As adults, my brother and I both joined the Marines. While I left the military in the 1980’s, he stayed and eventually served three tours in Iraq. In his last tour he volunteered as a civil affairs representative to assist Iraqis in setting up independent radio and television stations. He was one of the first bloggers to write about his daily experiences there. In uplifting ways, he told the story of Iraqis he met there. Although they were different culturally, in many ways they were really a lot like us.
Then one day his blogging stopped. I’ll never forget the fateful phone call I got late that night. He and an attorney advising on women’s rights in the new Iraqi constitution were executed along with their interpreter. A decade later my family still feels the pain of that day.
With the recent upheaval, I’ve been revisiting Iraq, asking myself what business did we have there in the first place? What was our government’s objective there? Was it a profound one, to help other people in need? Or was it born of a selfish desire to to force “democratic” ideals on others?
Americans who advocate for continued military intervention in Iraq or anywhere else neither understand other cultures, nor respect the Iraqis or other people.
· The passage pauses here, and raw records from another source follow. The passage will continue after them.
/** Metals (rows) x supports (columns) heat map with the value written in each cell. Rows need `metal` and `support`. */
export function heatmapSpec(rows: readonly Row[], opts: HeatmapOptions): TopLevelSpec {
  const metals = new Set(opts.metals);
  const supports = new Set(opts.supports);
  const picked = rows.filter((r) => metals.has(String(r.metal)) && supports.has(String(r.support)));
  const nums = picked.map((r) => r[opts.metricField]).filter(finite);
  const diverging = opts.diverging ?? (nums.length > 0 && minOf(nums) < 0);
  const digits = opts.digits ?? 3;

  let domain: [number, number];
  if (nums.length === 0) domain = [0, 1];
  else if (diverging) {
    const m = Math.max(Math.abs(minOf(nums)), Math.abs(maxOf(nums))) || 1;
    domain = [-m, m];
  } else {
    const lo = minOf(nums);
    const hi = maxOf(nums);
    const pad = lo === hi ? Math.abs(lo) * 0.1 || 1 : 0;
    domain = [lo - pad, hi + pad];
  }
  const lightText = (v: number): boolean =>
    diverging ? Math.abs(v) / domain[1] > 0.65 : (v - domain[0]) / (domain[1] - domain[0]) < 0.5;

  const cells: HeatCell[] = picked.map((r) => {
    const raw = r[opts.metricField];
    const value = finite(raw) ? raw : null;
    return {
      metal: String(r.metal),
      support: String(r.support),
      value,
      label: value === null ? 'n/a' : formatNumber(value, digits),
      lightText: value === null ? false : lightText(value),
    };
  });

  const xEnc = {
    field: 'support',
    type: 'nominal' as const,
    sort: opts.supports,
    title: 'support',
    axis: { labelAngle: -30, grid: false },
  };
  const yEnc = { field: 'metal', type: 'nominal' as const, sort: opts.metals, title: 'metal', axis: { grid: false } };
  return {
    $schema: SCHEMA,
    title: { text: opts.title, subtitle: diverging ? 'diverging colour scale centred on zero' : undefined },
    config: BASE_CONFIG,
    width: { step: 70 },
    height: { step: 30 },
    data: { values: cells },
    encoding: { x: xEnc, y: yEnc },
    layer: [
      {
        mark: { type: 'rect', stroke: 'white', strokeWidth: 1 },
        encoding: {
          color: {
            field: 'value',
            type: 'quantitative',
            scale: diverging ? { scheme: 'blueorange', domain } : { scheme: 'viridis', domain },
            legend: { title: opts.legendTitle ?? opts.metricField },
            condition: { test: 'datum.value === null', value: '#e6e6e6' },
          },
        },
      },
      {
        mark: { type: 'text', fontSize: 11 },
        encoding: {
          text: { field: 'label' },
          color: { condition: { test: 'datum.lightText', value: 'white' }, value: '#111111' },
        },
      },
    ],
  };
}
President Bush’s cowboy swagger and his justification for invading Iraq based on untruths and “faulty intelligence” was not respect.
The relentless US corporate military industrial machine forms the center piece of much of the misery and fighting in the Middle East. It is not a path to diplomacy there, and it never will be. It won’t work in the South China Sea either. Wherever there is world conflict, the US and its corporate military influence are often embroiled within it somehow.
There is too much talk of war and labeling others as terrorists to justify military intervention abroad. Such talk perpetuates warfare and eliminates possibilities of achieving peaceful relations.
The U.S. is creating a climate of fear abroad by its own actions in an endless cycle of bombing, invading and attacking others. Drone warfare, sending troops to endless wars and exporting military hardware for profit contribute to it. The U.S. must stop bombing others with drones and act with contrition for the people it has harmed. The U.S. is creating fear in Yemen, Afghanistan, and Pakistan by drones bombing there. And their fear will return to us someday with furious anger. By creating endless cycles of conflict the US moves farther from opportunities to work with local communities to understand and help solve regional issues.
The US should not be the one to fix everything wrong in the world. Americans will eventually wise up to the faux threat of terrorism. Scare-mongering has led to a bloated $700 billion defense budget, eclipsing the next closest discretionary spending category by tenfold.
The U.S. does not promote good intentions abroad with sales of war material to others. And what’s worse, many Americans seem unwilling to challenge the government about it. By the people not taking necessary steps to reel in government defense spending, the taxpayers in effect condone it by paying for it.
Maybe such ideas are wishful thinking and perhaps mindful thinking is not possible of the U.S. in the present military corporate construct. But responsible relationship with others in the world will not come to pass if the US does not change. But I hope it does.
I’d like the U.S. to take responsibility for its misguided foreign policies in the Middle East, to stop dragging soldiers and their families into unjust wars and campaigns, and show humility by forging meaningful, long-lasting relationships with people abroad.
Considering the U.S. and its own responsibility to itself, it is the US taxpayers who are paying for these wars. We depend on our government to be honest with us, but we are also responsible. Officials deciding to fight wars need conspirators. What of the ones that are funding it, the taxpayers? When Americans fail to stop their leaders from committing arbitrary and unjust acts of war, then they are complicit and equally responsible.